▸ **Data to examine**:
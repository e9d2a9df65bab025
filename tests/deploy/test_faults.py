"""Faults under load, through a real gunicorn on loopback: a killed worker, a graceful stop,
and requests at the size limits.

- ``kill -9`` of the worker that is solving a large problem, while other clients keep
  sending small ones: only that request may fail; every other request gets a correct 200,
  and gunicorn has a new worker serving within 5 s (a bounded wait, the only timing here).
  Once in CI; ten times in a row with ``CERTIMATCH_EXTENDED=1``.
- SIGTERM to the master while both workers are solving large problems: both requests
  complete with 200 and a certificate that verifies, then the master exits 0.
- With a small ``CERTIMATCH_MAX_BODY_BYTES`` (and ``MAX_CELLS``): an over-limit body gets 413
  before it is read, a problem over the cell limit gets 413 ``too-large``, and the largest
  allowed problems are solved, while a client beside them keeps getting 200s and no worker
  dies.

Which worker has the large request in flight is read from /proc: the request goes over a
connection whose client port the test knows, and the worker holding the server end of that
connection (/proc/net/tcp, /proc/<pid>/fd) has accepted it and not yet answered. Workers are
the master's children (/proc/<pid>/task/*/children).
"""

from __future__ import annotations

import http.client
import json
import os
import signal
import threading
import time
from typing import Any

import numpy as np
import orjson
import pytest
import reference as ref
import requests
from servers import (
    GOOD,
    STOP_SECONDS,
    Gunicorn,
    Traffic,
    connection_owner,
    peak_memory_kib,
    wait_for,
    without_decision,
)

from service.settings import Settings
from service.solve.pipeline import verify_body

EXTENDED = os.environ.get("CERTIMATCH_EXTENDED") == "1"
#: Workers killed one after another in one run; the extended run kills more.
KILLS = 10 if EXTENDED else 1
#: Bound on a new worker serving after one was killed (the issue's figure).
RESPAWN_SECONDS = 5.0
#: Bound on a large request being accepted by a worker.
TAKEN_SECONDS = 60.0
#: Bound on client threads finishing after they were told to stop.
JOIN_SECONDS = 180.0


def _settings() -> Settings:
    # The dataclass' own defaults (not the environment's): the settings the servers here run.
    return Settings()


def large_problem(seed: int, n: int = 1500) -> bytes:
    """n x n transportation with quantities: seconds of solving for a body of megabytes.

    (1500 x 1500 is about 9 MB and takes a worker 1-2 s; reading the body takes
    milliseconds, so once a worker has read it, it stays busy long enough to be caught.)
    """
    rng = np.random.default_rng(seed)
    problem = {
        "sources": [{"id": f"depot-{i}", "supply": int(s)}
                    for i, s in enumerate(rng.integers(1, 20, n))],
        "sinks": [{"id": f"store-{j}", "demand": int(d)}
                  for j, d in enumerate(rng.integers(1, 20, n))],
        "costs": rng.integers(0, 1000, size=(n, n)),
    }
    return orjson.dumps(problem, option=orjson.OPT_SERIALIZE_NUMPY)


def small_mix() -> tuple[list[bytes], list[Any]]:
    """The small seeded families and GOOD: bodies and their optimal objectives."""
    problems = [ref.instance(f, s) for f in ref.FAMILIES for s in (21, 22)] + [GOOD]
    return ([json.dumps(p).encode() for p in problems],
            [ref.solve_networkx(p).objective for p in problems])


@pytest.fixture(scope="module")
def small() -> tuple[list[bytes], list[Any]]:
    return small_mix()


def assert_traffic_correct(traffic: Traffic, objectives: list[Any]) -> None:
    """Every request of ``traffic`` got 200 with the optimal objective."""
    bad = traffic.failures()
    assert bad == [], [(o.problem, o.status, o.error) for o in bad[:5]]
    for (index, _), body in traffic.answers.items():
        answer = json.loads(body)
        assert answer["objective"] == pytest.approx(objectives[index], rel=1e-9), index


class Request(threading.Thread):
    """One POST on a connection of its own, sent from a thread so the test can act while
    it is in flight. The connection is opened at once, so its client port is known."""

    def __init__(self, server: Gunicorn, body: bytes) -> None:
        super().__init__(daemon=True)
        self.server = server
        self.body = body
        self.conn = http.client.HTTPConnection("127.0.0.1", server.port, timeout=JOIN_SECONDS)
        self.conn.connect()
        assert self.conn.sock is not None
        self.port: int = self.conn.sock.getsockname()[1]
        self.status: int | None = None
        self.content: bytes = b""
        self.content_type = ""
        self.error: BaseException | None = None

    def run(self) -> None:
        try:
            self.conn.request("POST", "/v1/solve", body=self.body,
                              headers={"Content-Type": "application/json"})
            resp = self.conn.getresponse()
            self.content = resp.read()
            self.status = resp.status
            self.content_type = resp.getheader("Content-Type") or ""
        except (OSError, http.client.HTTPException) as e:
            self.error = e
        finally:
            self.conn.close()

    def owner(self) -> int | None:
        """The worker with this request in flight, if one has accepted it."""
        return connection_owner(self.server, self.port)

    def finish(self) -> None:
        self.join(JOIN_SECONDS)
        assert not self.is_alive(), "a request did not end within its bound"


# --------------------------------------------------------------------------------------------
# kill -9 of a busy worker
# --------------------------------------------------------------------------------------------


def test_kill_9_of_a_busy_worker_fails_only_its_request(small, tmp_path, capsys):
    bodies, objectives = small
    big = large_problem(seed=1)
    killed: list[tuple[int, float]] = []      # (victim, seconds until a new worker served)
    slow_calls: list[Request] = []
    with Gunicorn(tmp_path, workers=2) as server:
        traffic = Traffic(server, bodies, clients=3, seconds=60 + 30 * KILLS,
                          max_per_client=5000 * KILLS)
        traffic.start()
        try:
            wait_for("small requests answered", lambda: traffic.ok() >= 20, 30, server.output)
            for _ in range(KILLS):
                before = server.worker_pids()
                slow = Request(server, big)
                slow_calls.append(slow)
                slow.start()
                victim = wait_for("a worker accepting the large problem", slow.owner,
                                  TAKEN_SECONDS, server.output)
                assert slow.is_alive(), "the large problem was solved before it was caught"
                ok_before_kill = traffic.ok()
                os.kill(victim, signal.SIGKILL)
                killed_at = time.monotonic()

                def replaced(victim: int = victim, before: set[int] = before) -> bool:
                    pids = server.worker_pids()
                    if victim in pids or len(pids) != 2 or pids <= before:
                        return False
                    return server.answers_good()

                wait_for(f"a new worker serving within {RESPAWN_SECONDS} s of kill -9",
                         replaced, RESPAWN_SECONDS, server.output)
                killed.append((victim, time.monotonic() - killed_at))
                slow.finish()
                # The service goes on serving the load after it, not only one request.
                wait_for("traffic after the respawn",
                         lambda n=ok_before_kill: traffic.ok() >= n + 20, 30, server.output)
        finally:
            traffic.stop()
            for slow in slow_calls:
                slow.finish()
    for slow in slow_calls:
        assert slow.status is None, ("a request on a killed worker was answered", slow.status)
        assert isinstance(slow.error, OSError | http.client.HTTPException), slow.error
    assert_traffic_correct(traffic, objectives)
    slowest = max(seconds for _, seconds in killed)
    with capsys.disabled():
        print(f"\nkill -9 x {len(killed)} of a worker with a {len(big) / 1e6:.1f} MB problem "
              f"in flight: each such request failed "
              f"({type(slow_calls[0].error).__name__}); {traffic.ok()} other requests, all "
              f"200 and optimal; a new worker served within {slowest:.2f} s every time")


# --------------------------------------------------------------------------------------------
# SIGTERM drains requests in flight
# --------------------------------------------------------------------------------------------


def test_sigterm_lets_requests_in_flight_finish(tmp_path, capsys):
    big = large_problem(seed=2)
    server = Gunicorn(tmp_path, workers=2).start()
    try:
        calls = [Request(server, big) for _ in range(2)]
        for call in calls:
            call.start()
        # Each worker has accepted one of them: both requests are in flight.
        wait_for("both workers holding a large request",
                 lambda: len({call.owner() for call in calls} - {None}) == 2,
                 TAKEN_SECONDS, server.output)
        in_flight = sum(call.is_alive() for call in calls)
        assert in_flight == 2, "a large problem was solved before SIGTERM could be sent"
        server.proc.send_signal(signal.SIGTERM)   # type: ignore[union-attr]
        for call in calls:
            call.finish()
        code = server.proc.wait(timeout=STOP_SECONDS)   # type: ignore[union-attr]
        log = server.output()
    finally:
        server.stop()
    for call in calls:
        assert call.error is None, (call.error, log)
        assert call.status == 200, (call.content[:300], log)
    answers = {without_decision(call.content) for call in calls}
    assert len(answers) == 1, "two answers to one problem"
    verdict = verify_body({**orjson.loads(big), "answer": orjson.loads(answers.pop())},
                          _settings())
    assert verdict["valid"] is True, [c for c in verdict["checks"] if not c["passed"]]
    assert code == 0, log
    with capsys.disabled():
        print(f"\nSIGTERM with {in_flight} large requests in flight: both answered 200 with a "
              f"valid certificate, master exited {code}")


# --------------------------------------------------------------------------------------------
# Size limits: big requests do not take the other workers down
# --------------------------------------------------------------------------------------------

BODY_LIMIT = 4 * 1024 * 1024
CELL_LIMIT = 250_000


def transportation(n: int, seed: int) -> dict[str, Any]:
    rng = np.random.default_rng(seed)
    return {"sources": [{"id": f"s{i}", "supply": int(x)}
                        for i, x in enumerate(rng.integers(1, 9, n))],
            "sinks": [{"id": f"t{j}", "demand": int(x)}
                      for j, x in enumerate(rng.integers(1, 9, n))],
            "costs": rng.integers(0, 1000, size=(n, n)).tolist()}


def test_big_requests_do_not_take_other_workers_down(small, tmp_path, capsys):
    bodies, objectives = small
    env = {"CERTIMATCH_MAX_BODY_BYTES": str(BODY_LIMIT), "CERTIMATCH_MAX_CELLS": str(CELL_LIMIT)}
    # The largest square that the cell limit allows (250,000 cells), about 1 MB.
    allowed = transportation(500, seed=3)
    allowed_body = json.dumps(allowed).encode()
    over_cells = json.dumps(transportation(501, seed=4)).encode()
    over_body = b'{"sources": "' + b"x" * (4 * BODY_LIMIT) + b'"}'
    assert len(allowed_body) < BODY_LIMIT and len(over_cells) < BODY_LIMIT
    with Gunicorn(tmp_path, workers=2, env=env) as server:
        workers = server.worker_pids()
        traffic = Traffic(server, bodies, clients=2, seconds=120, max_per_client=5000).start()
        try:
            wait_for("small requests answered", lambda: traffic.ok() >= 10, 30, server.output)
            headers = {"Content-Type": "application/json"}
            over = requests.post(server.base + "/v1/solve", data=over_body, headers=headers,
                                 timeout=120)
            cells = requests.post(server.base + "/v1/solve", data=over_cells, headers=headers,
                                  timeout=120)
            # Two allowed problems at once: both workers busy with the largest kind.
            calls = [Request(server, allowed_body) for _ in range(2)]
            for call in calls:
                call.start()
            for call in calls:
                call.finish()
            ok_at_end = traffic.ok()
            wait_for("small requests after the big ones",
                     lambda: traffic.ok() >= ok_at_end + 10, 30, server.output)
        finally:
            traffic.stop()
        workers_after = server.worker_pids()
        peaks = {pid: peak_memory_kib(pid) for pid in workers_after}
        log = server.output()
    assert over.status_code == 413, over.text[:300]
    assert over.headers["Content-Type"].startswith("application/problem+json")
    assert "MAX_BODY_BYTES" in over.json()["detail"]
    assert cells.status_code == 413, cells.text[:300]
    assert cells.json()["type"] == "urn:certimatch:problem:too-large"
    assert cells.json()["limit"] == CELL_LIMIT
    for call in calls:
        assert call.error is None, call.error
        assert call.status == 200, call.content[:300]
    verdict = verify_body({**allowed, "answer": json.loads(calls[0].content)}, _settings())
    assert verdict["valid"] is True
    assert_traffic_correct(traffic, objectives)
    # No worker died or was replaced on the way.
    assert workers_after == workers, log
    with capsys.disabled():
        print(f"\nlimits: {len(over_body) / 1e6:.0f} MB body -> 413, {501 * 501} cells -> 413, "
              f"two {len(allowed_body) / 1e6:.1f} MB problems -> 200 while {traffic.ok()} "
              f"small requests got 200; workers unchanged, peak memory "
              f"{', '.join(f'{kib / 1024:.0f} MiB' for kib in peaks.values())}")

▸ **Work request**: Send back an exact copy of only the lines from the line with "import json" up to and including the line with "from service.settings import Settings" in the data above.

▸ **Written answer**:
import json
import os
import signal
import threading
import time
from typing import Any

import numpy as np
import orjson
import pytest
import reference as ref
import requests
from servers import (
    GOOD,
    STOP_SECONDS,
    Gunicorn,
    Traffic,
    connection_owner,
    peak_memory_kib,
    wait_for,
    without_decision,
)

from service.settings import Settings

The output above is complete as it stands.